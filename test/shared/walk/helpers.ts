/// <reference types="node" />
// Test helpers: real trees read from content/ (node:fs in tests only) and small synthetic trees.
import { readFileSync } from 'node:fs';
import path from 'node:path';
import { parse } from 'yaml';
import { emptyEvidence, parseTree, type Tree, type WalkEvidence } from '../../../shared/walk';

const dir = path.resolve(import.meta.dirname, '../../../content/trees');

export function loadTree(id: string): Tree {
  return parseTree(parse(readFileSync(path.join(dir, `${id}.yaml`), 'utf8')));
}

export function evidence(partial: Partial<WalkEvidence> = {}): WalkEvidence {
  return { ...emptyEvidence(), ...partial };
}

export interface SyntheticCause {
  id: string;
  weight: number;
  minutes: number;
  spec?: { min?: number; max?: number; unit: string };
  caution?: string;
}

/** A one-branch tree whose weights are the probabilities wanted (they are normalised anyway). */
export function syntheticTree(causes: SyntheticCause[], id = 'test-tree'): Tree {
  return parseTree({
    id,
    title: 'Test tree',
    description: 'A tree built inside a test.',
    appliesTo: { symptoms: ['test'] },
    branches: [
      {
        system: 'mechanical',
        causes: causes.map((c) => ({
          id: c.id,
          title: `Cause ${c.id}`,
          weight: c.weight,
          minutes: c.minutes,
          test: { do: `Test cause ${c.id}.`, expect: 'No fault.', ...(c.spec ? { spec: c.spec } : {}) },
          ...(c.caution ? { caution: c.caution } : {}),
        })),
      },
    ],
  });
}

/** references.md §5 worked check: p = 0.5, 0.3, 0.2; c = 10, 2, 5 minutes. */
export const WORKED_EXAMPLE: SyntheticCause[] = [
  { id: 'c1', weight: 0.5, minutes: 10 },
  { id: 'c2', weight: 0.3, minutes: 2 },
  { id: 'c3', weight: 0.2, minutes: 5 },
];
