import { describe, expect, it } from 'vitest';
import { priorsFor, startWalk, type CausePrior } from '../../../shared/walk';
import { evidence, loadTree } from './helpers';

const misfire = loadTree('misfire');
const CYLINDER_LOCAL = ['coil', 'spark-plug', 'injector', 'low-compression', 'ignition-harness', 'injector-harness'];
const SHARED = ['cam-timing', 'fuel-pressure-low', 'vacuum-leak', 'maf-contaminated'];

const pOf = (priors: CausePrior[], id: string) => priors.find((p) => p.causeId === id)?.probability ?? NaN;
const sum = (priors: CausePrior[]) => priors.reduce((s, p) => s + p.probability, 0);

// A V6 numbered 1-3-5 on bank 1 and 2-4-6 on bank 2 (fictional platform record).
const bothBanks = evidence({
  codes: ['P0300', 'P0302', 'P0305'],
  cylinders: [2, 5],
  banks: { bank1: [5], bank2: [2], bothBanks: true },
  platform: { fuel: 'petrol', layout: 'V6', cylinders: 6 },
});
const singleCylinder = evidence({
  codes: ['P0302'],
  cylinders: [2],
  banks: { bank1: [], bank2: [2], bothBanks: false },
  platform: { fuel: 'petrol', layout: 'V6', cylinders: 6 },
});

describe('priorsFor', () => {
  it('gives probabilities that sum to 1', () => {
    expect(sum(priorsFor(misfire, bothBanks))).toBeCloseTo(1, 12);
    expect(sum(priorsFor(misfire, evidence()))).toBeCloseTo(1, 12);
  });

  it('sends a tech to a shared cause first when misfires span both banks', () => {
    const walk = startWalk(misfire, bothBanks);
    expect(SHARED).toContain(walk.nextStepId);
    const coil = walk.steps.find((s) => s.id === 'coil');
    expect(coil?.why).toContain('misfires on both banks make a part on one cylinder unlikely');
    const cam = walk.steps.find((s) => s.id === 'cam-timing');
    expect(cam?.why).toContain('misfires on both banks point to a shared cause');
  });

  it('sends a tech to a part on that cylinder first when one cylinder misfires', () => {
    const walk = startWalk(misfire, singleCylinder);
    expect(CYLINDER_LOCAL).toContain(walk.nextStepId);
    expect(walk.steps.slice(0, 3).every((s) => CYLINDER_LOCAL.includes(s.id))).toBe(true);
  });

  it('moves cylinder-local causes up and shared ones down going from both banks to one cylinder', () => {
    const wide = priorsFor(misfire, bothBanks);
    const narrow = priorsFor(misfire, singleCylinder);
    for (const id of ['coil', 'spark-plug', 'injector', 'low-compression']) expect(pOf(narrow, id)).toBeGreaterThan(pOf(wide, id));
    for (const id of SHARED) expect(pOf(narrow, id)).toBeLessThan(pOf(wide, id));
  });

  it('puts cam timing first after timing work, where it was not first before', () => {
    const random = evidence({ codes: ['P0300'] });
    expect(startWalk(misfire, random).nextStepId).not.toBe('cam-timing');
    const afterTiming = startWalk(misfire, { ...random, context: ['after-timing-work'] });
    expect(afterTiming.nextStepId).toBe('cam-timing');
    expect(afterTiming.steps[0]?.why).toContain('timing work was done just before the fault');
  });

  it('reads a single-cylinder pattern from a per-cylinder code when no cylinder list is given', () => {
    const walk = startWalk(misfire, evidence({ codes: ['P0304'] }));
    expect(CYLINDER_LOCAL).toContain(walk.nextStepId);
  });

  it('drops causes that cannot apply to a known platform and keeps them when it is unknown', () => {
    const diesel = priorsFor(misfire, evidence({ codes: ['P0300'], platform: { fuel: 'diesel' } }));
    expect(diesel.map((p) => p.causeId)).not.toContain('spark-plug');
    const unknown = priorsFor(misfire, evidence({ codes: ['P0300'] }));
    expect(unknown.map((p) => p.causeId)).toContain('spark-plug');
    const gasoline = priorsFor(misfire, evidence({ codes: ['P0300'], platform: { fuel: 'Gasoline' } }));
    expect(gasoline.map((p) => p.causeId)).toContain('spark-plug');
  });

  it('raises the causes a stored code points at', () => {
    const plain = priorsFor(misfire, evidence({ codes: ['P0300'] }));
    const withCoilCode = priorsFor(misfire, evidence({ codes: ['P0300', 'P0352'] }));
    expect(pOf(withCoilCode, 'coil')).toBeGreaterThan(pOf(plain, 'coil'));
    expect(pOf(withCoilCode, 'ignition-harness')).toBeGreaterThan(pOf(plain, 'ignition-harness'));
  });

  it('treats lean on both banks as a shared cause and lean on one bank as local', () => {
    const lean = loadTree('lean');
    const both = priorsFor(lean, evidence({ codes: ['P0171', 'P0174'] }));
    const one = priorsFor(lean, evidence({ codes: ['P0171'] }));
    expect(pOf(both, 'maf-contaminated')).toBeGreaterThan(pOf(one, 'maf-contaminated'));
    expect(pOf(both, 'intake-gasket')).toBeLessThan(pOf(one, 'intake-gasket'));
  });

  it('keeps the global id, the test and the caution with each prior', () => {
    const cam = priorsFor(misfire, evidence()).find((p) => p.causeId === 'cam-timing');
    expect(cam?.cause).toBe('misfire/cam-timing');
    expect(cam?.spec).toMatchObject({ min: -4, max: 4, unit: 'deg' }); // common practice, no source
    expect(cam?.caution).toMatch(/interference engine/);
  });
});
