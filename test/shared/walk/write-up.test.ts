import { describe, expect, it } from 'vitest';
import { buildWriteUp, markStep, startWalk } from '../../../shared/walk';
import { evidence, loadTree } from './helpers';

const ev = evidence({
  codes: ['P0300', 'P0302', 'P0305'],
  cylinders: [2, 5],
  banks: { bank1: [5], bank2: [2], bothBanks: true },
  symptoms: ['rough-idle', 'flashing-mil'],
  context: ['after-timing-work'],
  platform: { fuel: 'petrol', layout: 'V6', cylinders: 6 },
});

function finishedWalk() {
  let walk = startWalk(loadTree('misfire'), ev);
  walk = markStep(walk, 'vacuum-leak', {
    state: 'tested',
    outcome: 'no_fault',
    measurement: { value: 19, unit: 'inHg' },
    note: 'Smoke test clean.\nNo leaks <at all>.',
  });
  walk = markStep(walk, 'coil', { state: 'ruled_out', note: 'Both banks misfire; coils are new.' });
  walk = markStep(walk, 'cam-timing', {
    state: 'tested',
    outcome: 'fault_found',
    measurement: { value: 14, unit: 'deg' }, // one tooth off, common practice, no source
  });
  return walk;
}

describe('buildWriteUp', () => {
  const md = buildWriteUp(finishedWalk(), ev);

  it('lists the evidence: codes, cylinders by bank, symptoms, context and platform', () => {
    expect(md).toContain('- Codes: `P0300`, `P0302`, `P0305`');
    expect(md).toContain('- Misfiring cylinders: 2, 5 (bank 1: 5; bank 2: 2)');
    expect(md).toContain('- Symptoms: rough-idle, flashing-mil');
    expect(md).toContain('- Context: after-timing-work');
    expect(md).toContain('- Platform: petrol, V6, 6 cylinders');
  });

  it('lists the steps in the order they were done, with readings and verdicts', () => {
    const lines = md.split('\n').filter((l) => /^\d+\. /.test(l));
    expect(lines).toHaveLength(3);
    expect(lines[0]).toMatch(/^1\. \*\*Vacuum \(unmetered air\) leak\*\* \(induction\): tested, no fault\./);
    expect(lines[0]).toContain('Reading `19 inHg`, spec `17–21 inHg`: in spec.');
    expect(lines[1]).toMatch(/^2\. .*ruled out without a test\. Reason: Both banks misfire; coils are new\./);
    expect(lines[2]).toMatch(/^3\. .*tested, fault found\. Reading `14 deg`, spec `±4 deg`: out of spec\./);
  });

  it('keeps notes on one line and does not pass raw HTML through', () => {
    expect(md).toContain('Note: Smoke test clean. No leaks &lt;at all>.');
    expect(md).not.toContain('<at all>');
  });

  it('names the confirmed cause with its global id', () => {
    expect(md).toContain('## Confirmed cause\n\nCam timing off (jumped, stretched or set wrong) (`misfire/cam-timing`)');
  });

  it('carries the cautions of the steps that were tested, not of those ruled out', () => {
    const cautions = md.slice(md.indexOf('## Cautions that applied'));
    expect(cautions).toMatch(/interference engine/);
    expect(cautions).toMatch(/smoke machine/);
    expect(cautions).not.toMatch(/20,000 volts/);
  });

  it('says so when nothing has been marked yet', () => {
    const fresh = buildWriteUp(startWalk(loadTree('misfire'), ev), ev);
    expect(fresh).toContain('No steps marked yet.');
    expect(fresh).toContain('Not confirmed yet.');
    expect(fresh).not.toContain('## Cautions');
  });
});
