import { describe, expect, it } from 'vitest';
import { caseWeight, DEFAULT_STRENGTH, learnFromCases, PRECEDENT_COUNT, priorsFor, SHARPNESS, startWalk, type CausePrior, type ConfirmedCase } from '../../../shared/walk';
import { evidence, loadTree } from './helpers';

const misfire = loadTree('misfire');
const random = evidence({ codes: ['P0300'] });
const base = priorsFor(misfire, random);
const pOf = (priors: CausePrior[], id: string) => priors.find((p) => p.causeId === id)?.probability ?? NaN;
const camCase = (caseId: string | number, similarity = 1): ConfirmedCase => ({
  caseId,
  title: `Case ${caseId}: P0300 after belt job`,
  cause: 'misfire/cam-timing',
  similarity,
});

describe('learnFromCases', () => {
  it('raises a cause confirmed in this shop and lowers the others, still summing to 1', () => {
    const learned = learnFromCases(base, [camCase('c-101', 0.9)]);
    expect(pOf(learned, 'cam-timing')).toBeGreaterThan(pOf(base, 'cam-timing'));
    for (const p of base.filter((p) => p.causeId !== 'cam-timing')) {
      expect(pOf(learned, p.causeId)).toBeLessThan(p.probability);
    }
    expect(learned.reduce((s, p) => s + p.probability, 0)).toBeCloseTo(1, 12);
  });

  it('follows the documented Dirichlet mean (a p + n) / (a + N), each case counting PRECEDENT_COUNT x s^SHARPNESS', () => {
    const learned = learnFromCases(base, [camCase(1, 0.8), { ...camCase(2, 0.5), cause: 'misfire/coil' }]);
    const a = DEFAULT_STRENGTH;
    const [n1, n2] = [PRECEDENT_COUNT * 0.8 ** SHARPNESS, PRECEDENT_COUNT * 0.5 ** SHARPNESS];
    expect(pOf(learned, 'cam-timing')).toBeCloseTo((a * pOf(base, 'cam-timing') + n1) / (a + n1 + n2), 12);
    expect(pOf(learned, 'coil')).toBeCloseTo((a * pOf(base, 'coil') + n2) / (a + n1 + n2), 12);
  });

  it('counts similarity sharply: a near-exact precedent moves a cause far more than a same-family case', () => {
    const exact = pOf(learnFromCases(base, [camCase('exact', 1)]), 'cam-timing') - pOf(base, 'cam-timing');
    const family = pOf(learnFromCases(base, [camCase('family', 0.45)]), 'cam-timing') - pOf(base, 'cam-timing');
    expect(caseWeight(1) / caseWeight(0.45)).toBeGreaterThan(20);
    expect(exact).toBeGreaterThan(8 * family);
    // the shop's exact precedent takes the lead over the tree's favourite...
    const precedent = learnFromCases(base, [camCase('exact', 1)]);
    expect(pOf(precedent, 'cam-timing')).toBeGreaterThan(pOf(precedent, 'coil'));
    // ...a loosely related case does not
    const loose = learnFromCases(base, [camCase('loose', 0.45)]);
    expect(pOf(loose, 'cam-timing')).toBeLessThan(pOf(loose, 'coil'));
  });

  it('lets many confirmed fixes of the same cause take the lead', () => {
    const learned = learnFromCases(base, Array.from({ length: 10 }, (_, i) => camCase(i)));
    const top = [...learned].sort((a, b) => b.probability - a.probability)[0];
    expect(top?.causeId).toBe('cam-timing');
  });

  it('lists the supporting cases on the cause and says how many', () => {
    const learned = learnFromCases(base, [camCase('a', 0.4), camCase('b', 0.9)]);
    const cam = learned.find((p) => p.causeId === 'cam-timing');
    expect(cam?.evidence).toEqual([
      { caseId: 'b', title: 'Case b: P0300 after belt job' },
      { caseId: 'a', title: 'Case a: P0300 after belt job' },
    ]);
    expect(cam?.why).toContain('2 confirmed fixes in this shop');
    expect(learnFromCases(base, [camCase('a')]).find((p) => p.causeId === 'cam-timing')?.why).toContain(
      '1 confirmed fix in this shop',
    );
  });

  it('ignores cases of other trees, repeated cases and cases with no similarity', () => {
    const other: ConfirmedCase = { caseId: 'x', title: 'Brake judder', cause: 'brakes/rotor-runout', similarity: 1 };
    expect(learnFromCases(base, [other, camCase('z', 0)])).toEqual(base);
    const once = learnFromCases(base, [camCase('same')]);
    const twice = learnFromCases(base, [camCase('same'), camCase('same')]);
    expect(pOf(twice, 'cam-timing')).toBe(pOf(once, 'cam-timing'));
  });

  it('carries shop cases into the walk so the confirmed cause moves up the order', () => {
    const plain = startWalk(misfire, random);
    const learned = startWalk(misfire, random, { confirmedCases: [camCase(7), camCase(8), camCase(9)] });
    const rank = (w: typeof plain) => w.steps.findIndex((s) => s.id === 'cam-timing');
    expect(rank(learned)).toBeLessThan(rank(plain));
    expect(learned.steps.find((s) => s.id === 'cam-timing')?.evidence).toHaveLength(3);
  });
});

● WHAT TO WORK ON
The entries above hold a line with "expect(fresh).toContain('Not confirmed yet.');" and a later line with "const [n1, n2]". Write out exactly those lines and all lines between, nothing more.

● SOLVED PROBLEM
    expect(fresh).toContain('Not confirmed yet.');
    expect(fresh).not.toContain('## Cautions');
  });
});
import { describe, expect, it } from 'vitest';
import { caseWeight, DEFAULT_STRENGTH, learnFromCases, PRECEDENT_COUNT, priorsFor, SHARPNESS, startWalk, type CausePrior, type ConfirmedCase } from '../../../shared/walk';
import { evidence, loadTree } from './helpers';

const misfire = loadTree('misfire');
const random = evidence({ codes: ['P0300'] });
const base = priorsFor(misfire, random);
const pOf = (priors: CausePrior[], id: string) => priors.find((p) => p.causeId === id)?.probability ?? NaN;
const camCase = (caseId: string | number, similarity = 1): ConfirmedCase => ({
  caseId,
  title: `Case ${caseId}: P0300 after belt job`,
  cause: 'misfire/cam-timing',
  similarity,
});

describe('learnFromCases', () => {
  it('raises a cause confirmed in this shop and lowers the others, still summing to 1', () => {
    const learned = learnFromCases(base, [camCase('c-101', 0.9)]);
    expect(pOf(learned, 'cam-timing')).toBeGreaterThan(pOf(base, 'cam-timing'));
    for (const p of base.filter((p) => p.causeId !== 'cam-timing')) {
      expect(pOf(learned, p.causeId)).toBeLessThan(p.probability);
    }
    expect(learned.reduce((s, p) => s + p.probability, 0)).toBeCloseTo(1, 12);
  });

  it('follows the documented Dirichlet mean (a p + n) / (a + N), each case counting PRECEDENT_COUNT x s^SHARPNESS', () => {
    const learned = learnFromCases(base, [camCase(1, 0.8), { ...camCase(2, 0.5), cause: 'misfire/coil' }]);
    const a = DEFAULT_STRENGTH;
    const [n1, n2] = [PRECEDENT_COUNT * 0.8 ** SHARPNESS, PRECEDENT_COUNT * 0.5 ** SHARPNESS];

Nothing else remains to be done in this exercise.